In the foregoing description, numerous details are set forth to provide an understanding of the present invention. However, it will be understood by those skilled in the art that the present invention may be practiced without these details. While the invention has been disclosed with respect to a limited number of embodiments, those skilled in the art will appreciate numerous modifications and variations therefrom. It is intended that the appended claims cover such modifications and variations as fall within the true spirit and scope of the invention.

Claims

1. A nanoscale switching device comprising:

a first electrode of a nanoscale width;

a second electrode of a nanoscale width;

an active region disposed between and in electrical contact with the first and second electrodes, the active region containing a switching material capable or carrying a species of dopants and transporting the dopants under an electrical field;

wherein at least one of the first and second electrodes is formed of a conductive material having a melting point greater than 1800° C.

2. A nanoscale switching device as in claim 1, wherein the conductive material has a melting point greater than 2200° C.

3. A nanoscale switching device as in claim 1, wherein the conductive material is a metal.

4. A nanoscale switching device as in claim 3, wherein the conductive material is tungsten.

5. A nanoscale switching device as in claim 1, wherein the conductive material is a conductive ceramic material.

6. A nanoscale switching device as in claim 5, wherein the conductive material is titanium nitride.

7. A nanoscale switching device as in claim 1, wherein the switching material is a metal oxide.

8. A nanoscale switching device as in claim 1, wherein the switching material is a semiconductor.

9. A nanoscale crossbar array comprising:

a first group of conductive nanowires running in a first direction;

a second group of conductive nanowires running in a second direction and intersecting the first group of nanowires;

a plurality of switching devices formed at intersections of the first and second groups of nanowires, each switching device having a first electrode formed by a first nanowire of the first group and a second electrode formed by a second nanowire of the second group, and an active region disposed at the intersection between the first and second nanowires and comprising a switching material capable of carrying a species of dopants and transporting the dopants under an electrical field,

wherein at least the nanowires of the first group are formed of a conductive material having a melting point greater than 1800° C.

10. A nanoscale crossbar array as in claim 9, wherein the conductive material has a melting point greater than 2200° C.
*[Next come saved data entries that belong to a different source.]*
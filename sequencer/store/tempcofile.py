"""After a run over temperatures: each device's temperature coefficient from its stored results
(the fixture sensor's reading where the station has one, since the mount is where the device is;
else the chamber's), judged against the recipe's limits, written to tempco.csv in the run folder.
"""

from __future__ import annotations

import csv
import math
import sqlite3
from pathlib import Path

from sequencer.judge.devicetempco import DeviceTempCo, TempCoLimits, device_tempcos
from sequencer.store.runstore import DATABASE_FILE

TEMPCO_FILE = "tempco.csv"
COLUMNS = ["device", "points", "tempco_A_per_K", "tempco_u_A_per_K", "tempco_pct_per_K",
           "tempco_u_pct_per_K", "regulated_current_at_25C_A", "verdict", "reason"]  # fmt: skip


def temperature_rows(db: sqlite3.Connection, run_id: int) -> list[tuple]:
    query = (
        "SELECT device, COALESCE(fixture_C, chamber_C), regulated_current_A, "
        "regulated_current_u_A FROM device WHERE run_id = ? AND chamber_C IS NOT NULL "
        "AND regulated_current_A IS NOT NULL ORDER BY seq"
    )
    return db.execute(query, (run_id,)).fetchall()


def write_tempcos(folder: Path, run_id: int, limits: TempCoLimits) -> list[DeviceTempCo]:
    """The coefficients of run `run_id` in the folder's database, also written to tempco.csv."""
    db = sqlite3.connect(folder / DATABASE_FILE)
    try:
        results = device_tempcos(temperature_rows(db, run_id), limits)
    finally:
        db.close()
    with open(folder / TEMPCO_FILE, "w", encoding="utf-8", newline="") as file:
        writer = csv.writer(file)
        writer.writerow(COLUMNS)
        for r in results:
            writer.writerow([r.device, *_figures(r), r.verdict, r.reason])
    return results


def _figures(r: DeviceTempCo) -> list[object]:
    fit = r.fit
    if fit is None:
        return ["", "", "", "", "", ""]
    values = [fit.a_per_k, fit.u_a_per_k, fit.pct_per_k, fit.u_pct_per_k, fit.value_at_ref]
    return [fit.points, *("" if not math.isfinite(v) else f"{v:.6g}" for v in values)]
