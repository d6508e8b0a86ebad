"""Tests of stfalgebra/checking/safe_parser.py: accepted syntax, hostile input, fuzzing."""

from __future__ import annotations

import builtins
import time
from contextlib import ExitStack
from unittest import mock

import pytest
import sympy as sp
from hypothesis import HealthCheck, example, given, settings
from hypothesis import strategies as st

import sympy.parsing.sympy_parser
from stfalgebra import symbols as S
from stfalgebra.checking.safe_parser import MAX_DEPTH, MAX_LENGTH, allowed_symbols, parse_expression
from stfalgebra.errors import ExpressionRefusedError

x, nu, delta = S.x, S.nu, S.delta
# Hhat_22 through 1PN, Blanchet, Living Rev. Relativ. 17, 2 (2014) (from memory).
HHAT22_1PN = 1 + x * (-sp.Rational(107, 42) + sp.Rational(55, 42) * nu)


@pytest.mark.parametrize("text, expected", [
    # Reference values: common practice (the meaning of ordinary mathematical notation).
    ("1 + x*(-107/42 + 55*nu/42)", HHAT22_1PN),
    ("1 + x(-107/42 + 55nu/42)", HHAT22_1PN),
    (r"1 + x\left(-\frac{107}{42} + \frac{55}{42}\nu\right)", HHAT22_1PN),
    ("1 + x (-107/42 + 55 ν/42)", HHAT22_1PN),
    ("2 pi x^(3/2)", 2 * sp.pi * x**sp.Rational(3, 2)),
    ("2*pi*x**(3/2)", 2 * sp.pi * x**sp.Rational(3, 2)),
    (r"2\pi x^{3/2}", 2 * sp.pi * x**sp.Rational(3, 2)),
    (r"\frac{i}{3}\delta x^{1/2}", sp.I * delta * sp.sqrt(x) / 3),
    ("I*delta*sqrt(x)/3", sp.I * delta * sp.sqrt(x) / 3),
    (r"\sqrt{\frac{5}{7}}", sp.sqrt(sp.Rational(5, 7))),
    (r"\sqrt[3]{x}", x**sp.Rational(1, 3)),
    (r"\frac12 x", x / 2),
    (r"\frac 1 2", sp.Rational(1, 2)),
    ("-x^2", -x**2),
    ("2^3^2", sp.Integer(512)),
    ("x^-1", 1 / x),
    ("1/2 x", x / 2),
    ("0.25", sp.Rational(1, 4)),
    ("1e-3", sp.Rational(1, 1000)),
    ("1.5E2", sp.Integer(150)),
    ("-856/105 EulerGamma - 428/105 log(16 x)", -sp.Rational(856, 105) * sp.EulerGamma - sp.Rational(428, 105) * sp.log(16 * x)),
    (r"\gamma_E + \ln{x}", sp.EulerGamma + sp.log(x)),
    (r"\gamma_{E} + \ln x^2", sp.EulerGamma + sp.log(x**2)),
    ("gamma_E", sp.EulerGamma),
    (r"\mathrm{i} \pi", sp.I * sp.pi),
    ("exp(i pi)", sp.Integer(-1)),
    ("x − 1", x - 1),
    ("2·x × nu", 2 * x * nu),
    (r"2 \cdot x \times \delta", 2 * x * delta),
    (r"x\,\nu\;\delta\!", x * nu * delta),
    ("{x + 1}^2", (x + 1)**2),
    ("((((x))))", x),
])
def test_accepted(text, expected):
    assert parse_expression(text) == expected


def test_decimals_are_exact():
    assert parse_expression("0.1") == sp.Rational(1, 10)


def test_general_orbit_symbols_and_latex_dots():
    value = parse_expression(r"\frac{m}{r} + r^2\dot{\phi}^2 + 2 i r \dot r \dot\phi - \dot{r}^2", orbit="general")
    # Leading general-orbit Hhat_22 with G = 1 (conventions.md).
    assert value == S.m / S.r + S.r**2 * S.phidot**2 + 2 * sp.I * S.r * S.rdot * S.phidot - S.rdot**2
    assert parse_expression("rdot/c", orbit="general") == S.rdot / S.c


def test_symbols_are_the_project_symbols():
    assert parse_expression("x nu delta").free_symbols == {S.x, S.nu, S.delta}
    assert set(allowed_symbols("general")) == {"r", "rdot", "phidot", "m", "c", "nu", "delta"}


HOSTILE = [
    ("__import__('os')", "dunder name '__import__'"),
    ("__import__('os').system('touch /tmp/stfalgebra_pwned')", "dunder name"),
    ("().__class__", "attribute access"),
    ("().__class__.__bases__[0].__subclasses__()", "attribute access"),
    ("lambda: 0", "name 'lambda'"),
    ("x**9999999999", "beyond the bound"),
    ("x^(10^10)", "beyond the bound"),
    ("open", "name 'open'"),
    ("open('/etc/passwd')", "name 'open'"),
    ("'x'", "string quote"),
    ('"x"', "string quote"),
    ('f"{x}"', "name 'f'"),
    ('"{x}"', "string quote"),
    ("x.conjugate()", "attribute access"),
    ("eval('1')", "name 'eval'"),
    ("eval(x)", "call of 'eval'"),
    ("exec", "name 'exec'"),
    ("sin(x)", "call of 'sin'"),
    ("x[0]", "square bracket"),
    ("log(x, 2)", "','"),
    ("x = 1", "character '='"),
    ("x; y", "character ';'"),
    ("x if x else x", "name 'if'"),
    ("Symbol('y')", "name 'Symbol'"),
    ("y", "name 'y'"),
    ("eta", "name 'eta'"),
    ("x^nu", "exponents must be rational numbers"),
    ("(((2^64)^64)^64)", "4096 bits"),
    ("(x+1)^64^2", "beyond the bound"),
    ("exp(exp(exp(exp(x))))", "exp nested"),
    ("exp(exp(1001))", "exp of a number"),
    ("1e99999", "decimal exponent"),
    ("1/0", "division by zero"),
    ("log(0)", "log(0)"),
    ("0^-1", "division by zero"),
    ("", "empty expression"),
    ("x +", "unexpected end"),
    ("(x", "unclosed '('"),
    ("x)", "unmatched ')'"),
    ("()", "empty group"),
    ("2 3", "two numbers side by side"),
    ("\\input{x}", "LaTeX command '\\\\input'"),
    ("\\gamma", "only \\gamma_E"),
    ("\\sqrt[x]{2}", "root index"),
    ("\x00", "character '\\x00'"),
    ("x\u202e", "character"),
    ("9" * 500, "longer than 400"),
    ("a" * 100, "name longer than"),
    ("-" * 200 + "x", "nesting deeper than"),
    ("(" * 150 + "x" + ")" * 150, "nesting deeper than"),
    ("(" * 100000 + "x" + ")" * 100000, "200001 characters"),
    ("x" + " + x" * 6000, "characters (at most 20000)"),
]


def _short(text: str) -> str:
    return ascii(text if len(text) <= 24 else f"{text[:16]}...({len(text)} chars)")


@pytest.mark.parametrize("text, reason", HOSTILE, ids=[_short(text) for text, _ in HOSTILE])
def test_hostile_input_is_refused_quickly_and_named(text, reason, tmp_path):
    start = time.perf_counter()
    with pytest.raises(ExpressionRefusedError) as info:
        parse_expression(text)
    assert reason in str(info.value)
    assert time.perf_counter() - start < 2.0
    assert not (tmp_path / "stfalgebra_pwned").exists()


def test_refusal_message_is_one_line_and_short():
    with pytest.raises(ExpressionRefusedError) as info:
        parse_expression("x\n" + "'" + "y" * 5000)
    message = str(info.value)
    assert "\n" not in message and len(message) < 200


def test_limits_are_the_documented_ones():
    assert MAX_LENGTH == 20000 and MAX_DEPTH == 100
    parse_expression("(" * 90 + "x" + ")" * 90)  # within the depth bound


def test_non_text_refused():
    with pytest.raises(TypeError, match="bytes"):
        parse_expression(b"x")
    with pytest.raises(ValueError, match="orbit must be"):
        parse_expression("x", orbit="elliptic")


_FRAGMENTS = ["x", "nu", "delta", "pi", "I", "i", "EulerGamma", "sqrt", "log", "exp", "ln", "(", ")", "{", "}",
              "+", "-", "*", "/", "^", "**", "0", "1", "2", "64", "3.5", "1e3", ".", "\\frac", "\\sqrt", "\\pi",
              "\\nu", "\\left", "\\right", "\\cdot", "\\dot", "\\gamma_E", "\\mathrm", " ", "__import__", "'", '"',
              "lambda", ":", "[", "]", ",", "os", "_", "\\", "ν", "e", "r", "rdot", "m", "c", "=", "@", "\n"]

_ALLOWED = {S.x, S.nu, S.delta}


def _assert_safe(text):
    start = time.perf_counter()
    with ExitStack() as stack:
        # The parser must never hand text to Python or to sympy's string parser.
        for target in ("eval", "exec", "compile"):
            stack.enter_context(mock.patch.object(builtins, target, side_effect=AssertionError(f"{target} called")))
        stack.enter_context(mock.patch.object(sympy.parsing.sympy_parser, "parse_expr",
                                              side_effect=AssertionError("parse_expr called")))
        try:
            value = parse_expression(text)
        except ExpressionRefusedError as exc:
            assert "\n" not in str(exc)
            value = None
    assert time.perf_counter() - start < 5.0
    if value is not None:
        assert isinstance(value, sp.Expr)
        assert value.free_symbols <= _ALLOWED
        assert not value.has(sp.zoo, sp.nan, sp.oo)


@settings(max_examples=300, deadline=None, suppress_health_check=[HealthCheck.too_slow])
@given(st.lists(st.sampled_from(_FRAGMENTS), max_size=30).map("".join))
@example("__import__('os').system('echo pwned')")
@example("x" * 30)
@example("\\frac{\\frac{1}{2}}{x}")
def test_fuzz_fragments(text):
    _assert_safe(text)


@settings(max_examples=200, deadline=None)
@given(st.text(max_size=60))
def test_fuzz_arbitrary_text(text):
    _assert_safe(text)


# ----------------------------------------------------------------- decimals (issue 12)

from stfalgebra.checking.safe_parser import parse_with_decimals  # noqa: E402


@pytest.mark.parametrize("text, literals", [
    ("1.50 x", [("1.50", 3, sp.Rational(1, 100))]),
    ("0.0025 nu", [("0.0025", 2, sp.Rational(1, 10000))]),
    ("2.5e-3 + 3e5", [("2.5e-3", 2, sp.Rational(1, 10000)), ("3e5", 1, sp.Integer(100000))]),
    ("3/2 x + 7", []),
])
def test_decimals_are_reported_with_their_significant_digits(text, literals):
    parsed = parse_with_decimals(text)
    assert [(d.text, d.digits, d.unit) for d in parsed.decimals] == literals
    assert parsed.exact() == parsed.expression == parse_expression(text)


def test_exponents_and_root_indices_stay_exact():
    parsed = parse_with_decimals(r"x^0.5 * 0.25 + \sqrt[3]{nu}")
    assert [d.text for d in parsed.decimals] == ["0.25"]
    assert parsed.with_decimals.has(sp.sqrt(S.x))


def test_decimal_reading_keeps_every_refusal():
    for text in ("1.5/(0.5 - 0.5)", "0.5^99", "exp(1000.5)"):
        with pytest.raises(ExpressionRefusedError):
            parse_with_decimals(text)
11. A nanoscale crossbar array as in claim 9, where in the conductive material is a metal.

12. A nanoscale crossbar array as in claim 11, wherein the conductive material is tungsten.

13. A nanoscale crossbar array as in claim 9, wherein the conductive material is a conductive ceramic material.

14. A nanoscale crossbar array as in claim 9, wherein the switching material is a metal oxide.

15. A nanoscale crossbar array as in claim 9, wherein the switching material is a semiconductor.